(Items from a data source)
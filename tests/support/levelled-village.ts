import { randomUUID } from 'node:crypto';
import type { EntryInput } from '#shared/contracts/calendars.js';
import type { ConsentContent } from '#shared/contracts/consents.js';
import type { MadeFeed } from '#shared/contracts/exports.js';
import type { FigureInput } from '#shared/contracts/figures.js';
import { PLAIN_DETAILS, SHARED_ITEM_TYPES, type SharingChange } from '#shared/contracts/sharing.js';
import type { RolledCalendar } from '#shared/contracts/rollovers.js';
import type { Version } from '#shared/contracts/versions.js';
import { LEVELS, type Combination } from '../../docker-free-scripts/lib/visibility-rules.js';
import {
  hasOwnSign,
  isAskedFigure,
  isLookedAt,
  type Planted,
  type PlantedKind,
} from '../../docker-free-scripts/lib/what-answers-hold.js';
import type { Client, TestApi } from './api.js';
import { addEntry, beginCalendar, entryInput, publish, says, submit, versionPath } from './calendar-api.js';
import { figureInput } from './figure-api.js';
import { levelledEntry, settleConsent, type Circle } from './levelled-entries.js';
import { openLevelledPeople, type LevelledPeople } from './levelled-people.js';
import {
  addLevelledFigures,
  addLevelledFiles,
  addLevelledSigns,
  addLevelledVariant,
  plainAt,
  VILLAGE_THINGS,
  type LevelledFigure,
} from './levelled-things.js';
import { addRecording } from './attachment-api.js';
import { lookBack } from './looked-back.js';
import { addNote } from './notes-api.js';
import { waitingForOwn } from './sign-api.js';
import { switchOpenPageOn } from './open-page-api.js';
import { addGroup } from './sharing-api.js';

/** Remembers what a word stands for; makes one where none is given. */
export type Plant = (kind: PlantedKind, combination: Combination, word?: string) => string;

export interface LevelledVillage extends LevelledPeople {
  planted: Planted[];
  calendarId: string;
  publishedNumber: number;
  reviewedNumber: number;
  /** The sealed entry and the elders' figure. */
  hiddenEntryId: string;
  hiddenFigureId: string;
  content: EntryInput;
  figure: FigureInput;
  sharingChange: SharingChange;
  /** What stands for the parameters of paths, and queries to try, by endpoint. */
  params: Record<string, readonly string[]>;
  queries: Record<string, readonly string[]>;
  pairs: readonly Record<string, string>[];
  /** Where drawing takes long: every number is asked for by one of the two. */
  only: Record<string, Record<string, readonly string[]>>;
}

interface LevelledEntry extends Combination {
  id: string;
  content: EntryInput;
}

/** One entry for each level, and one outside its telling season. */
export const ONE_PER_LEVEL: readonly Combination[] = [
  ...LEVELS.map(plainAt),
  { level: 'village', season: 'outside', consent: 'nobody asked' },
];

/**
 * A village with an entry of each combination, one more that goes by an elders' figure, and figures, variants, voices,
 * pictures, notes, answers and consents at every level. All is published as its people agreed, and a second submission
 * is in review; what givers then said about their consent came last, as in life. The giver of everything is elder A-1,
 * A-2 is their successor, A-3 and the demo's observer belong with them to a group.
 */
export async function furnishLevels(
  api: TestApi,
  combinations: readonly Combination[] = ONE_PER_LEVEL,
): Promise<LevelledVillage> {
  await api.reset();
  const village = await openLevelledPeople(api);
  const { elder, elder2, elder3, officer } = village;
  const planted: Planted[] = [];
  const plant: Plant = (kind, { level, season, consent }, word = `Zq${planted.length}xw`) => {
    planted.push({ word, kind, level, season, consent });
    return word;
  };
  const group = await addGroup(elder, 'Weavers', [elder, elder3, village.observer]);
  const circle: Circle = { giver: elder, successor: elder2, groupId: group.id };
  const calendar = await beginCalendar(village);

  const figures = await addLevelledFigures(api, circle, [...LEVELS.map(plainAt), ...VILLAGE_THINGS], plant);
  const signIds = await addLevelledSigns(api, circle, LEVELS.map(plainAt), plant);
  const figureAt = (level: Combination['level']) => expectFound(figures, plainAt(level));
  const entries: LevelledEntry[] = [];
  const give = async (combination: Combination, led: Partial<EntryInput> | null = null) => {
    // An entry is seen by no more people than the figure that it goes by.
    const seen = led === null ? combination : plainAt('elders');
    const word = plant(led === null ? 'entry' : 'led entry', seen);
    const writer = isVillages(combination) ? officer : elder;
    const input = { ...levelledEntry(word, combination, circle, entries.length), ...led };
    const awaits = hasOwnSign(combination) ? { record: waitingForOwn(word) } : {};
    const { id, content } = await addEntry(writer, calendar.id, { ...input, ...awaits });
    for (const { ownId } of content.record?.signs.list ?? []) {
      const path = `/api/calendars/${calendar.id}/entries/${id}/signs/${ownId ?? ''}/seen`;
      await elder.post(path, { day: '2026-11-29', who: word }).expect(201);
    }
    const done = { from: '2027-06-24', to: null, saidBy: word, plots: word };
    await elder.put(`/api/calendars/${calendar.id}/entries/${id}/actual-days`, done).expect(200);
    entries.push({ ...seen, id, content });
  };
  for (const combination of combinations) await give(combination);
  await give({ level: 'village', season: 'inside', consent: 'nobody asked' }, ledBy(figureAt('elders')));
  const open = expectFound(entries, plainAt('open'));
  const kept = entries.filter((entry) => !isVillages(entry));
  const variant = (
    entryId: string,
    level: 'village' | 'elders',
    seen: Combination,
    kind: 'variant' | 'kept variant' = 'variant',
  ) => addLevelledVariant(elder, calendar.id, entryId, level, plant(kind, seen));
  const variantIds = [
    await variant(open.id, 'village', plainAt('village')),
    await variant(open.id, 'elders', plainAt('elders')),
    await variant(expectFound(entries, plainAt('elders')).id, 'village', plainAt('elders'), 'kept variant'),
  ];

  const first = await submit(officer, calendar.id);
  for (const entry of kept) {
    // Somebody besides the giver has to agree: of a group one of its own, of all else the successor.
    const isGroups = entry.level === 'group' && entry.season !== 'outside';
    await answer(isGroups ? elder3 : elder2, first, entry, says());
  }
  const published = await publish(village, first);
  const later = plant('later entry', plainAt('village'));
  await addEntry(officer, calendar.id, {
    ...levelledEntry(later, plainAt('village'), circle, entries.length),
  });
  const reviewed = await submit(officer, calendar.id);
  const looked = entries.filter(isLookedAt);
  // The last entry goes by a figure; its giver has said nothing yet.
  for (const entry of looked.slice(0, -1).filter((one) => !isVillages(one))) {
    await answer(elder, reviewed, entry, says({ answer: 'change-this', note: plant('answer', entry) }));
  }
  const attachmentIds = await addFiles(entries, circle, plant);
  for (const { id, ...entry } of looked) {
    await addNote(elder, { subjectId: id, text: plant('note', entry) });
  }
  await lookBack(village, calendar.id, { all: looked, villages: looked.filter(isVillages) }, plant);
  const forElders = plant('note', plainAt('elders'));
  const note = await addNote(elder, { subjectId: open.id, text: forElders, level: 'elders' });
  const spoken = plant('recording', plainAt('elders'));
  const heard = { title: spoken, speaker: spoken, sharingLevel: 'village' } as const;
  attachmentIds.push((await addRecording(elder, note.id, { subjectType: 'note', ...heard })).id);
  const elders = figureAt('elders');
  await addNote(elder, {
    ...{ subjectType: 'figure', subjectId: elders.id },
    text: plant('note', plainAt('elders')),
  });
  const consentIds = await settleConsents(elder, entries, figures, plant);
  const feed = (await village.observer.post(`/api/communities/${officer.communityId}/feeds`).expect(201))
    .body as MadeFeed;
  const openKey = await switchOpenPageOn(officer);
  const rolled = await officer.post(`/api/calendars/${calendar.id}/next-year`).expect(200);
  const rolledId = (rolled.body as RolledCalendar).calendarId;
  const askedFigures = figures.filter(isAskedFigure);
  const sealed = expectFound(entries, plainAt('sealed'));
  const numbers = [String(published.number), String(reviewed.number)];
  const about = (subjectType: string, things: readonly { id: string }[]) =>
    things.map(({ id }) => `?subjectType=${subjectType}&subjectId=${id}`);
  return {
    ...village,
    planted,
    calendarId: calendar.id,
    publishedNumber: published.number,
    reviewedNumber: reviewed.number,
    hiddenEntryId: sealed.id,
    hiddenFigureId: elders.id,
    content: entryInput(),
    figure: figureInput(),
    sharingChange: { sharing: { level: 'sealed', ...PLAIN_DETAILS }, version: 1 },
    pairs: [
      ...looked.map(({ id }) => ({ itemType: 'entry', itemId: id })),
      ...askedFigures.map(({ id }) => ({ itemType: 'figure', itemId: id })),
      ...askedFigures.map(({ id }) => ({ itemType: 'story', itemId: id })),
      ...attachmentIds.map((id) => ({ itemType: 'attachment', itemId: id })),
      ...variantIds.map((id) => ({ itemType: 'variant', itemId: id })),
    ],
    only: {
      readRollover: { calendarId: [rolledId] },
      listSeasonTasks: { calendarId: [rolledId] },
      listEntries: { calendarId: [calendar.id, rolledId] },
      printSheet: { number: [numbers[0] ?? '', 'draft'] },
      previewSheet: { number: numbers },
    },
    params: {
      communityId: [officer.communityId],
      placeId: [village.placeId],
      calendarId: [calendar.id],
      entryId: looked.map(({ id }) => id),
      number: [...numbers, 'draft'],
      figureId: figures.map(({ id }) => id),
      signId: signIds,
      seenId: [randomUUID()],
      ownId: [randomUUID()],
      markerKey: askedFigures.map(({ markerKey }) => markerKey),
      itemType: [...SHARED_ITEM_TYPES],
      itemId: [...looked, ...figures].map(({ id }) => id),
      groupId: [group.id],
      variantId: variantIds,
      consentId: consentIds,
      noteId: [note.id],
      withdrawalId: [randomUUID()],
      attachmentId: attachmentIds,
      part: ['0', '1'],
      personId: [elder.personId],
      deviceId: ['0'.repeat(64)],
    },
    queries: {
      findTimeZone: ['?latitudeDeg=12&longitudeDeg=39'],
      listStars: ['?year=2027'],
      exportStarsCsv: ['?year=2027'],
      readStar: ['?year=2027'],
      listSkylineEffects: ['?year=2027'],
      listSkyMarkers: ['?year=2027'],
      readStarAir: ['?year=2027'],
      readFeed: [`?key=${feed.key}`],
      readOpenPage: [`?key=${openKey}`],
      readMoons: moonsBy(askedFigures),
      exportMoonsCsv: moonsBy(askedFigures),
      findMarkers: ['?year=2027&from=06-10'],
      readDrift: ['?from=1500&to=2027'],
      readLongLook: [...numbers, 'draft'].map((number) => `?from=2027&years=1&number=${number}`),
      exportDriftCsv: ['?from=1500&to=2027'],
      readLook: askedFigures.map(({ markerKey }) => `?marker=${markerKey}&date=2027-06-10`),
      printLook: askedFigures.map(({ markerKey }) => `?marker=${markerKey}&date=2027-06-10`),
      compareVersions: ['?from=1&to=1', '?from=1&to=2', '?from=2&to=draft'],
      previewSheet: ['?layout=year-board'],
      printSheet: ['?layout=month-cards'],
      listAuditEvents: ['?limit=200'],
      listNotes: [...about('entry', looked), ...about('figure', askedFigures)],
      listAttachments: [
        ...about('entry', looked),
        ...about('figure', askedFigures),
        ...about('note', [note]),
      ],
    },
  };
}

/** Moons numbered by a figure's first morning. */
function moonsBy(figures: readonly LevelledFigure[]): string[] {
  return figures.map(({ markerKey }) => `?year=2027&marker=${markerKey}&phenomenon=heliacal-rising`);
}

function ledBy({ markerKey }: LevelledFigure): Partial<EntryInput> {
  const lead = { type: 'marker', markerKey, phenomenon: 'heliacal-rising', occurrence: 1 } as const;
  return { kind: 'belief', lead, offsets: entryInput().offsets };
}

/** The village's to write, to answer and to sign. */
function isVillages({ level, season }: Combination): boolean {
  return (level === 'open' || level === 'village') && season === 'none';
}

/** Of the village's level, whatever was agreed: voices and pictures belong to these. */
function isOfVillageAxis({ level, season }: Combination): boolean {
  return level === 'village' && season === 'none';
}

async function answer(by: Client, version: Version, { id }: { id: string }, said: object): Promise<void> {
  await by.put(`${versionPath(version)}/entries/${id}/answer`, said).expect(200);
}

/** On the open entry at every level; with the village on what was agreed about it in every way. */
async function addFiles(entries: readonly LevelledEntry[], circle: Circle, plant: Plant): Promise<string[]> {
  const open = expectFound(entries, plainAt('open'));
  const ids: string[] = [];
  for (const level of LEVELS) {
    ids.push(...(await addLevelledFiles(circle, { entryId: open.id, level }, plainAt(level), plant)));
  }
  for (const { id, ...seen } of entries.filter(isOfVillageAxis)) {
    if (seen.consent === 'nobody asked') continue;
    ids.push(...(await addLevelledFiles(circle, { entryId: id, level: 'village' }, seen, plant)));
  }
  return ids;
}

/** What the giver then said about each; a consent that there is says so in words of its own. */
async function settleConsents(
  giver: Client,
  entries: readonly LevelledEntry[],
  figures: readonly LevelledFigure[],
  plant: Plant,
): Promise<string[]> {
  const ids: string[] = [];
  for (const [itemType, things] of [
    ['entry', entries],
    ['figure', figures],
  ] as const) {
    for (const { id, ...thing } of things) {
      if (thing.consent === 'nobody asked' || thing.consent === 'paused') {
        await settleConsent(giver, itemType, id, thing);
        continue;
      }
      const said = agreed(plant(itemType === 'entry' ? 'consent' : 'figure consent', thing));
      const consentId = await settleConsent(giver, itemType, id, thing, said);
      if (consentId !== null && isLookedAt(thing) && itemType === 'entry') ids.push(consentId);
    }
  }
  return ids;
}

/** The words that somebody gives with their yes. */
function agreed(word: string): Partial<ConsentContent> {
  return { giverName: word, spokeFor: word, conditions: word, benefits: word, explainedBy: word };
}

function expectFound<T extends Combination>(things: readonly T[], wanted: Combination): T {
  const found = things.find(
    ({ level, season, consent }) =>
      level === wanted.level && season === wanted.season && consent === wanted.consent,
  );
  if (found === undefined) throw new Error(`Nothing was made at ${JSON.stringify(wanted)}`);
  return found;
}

How to complete this task :: Each line in the data that holds the string "RolledCalendar" must be returned.

Answer box ::
import type { RolledCalendar } from '#shared/contracts/rollovers.js';
  const rolledId = (rolled.body as RolledCalendar).calendarId;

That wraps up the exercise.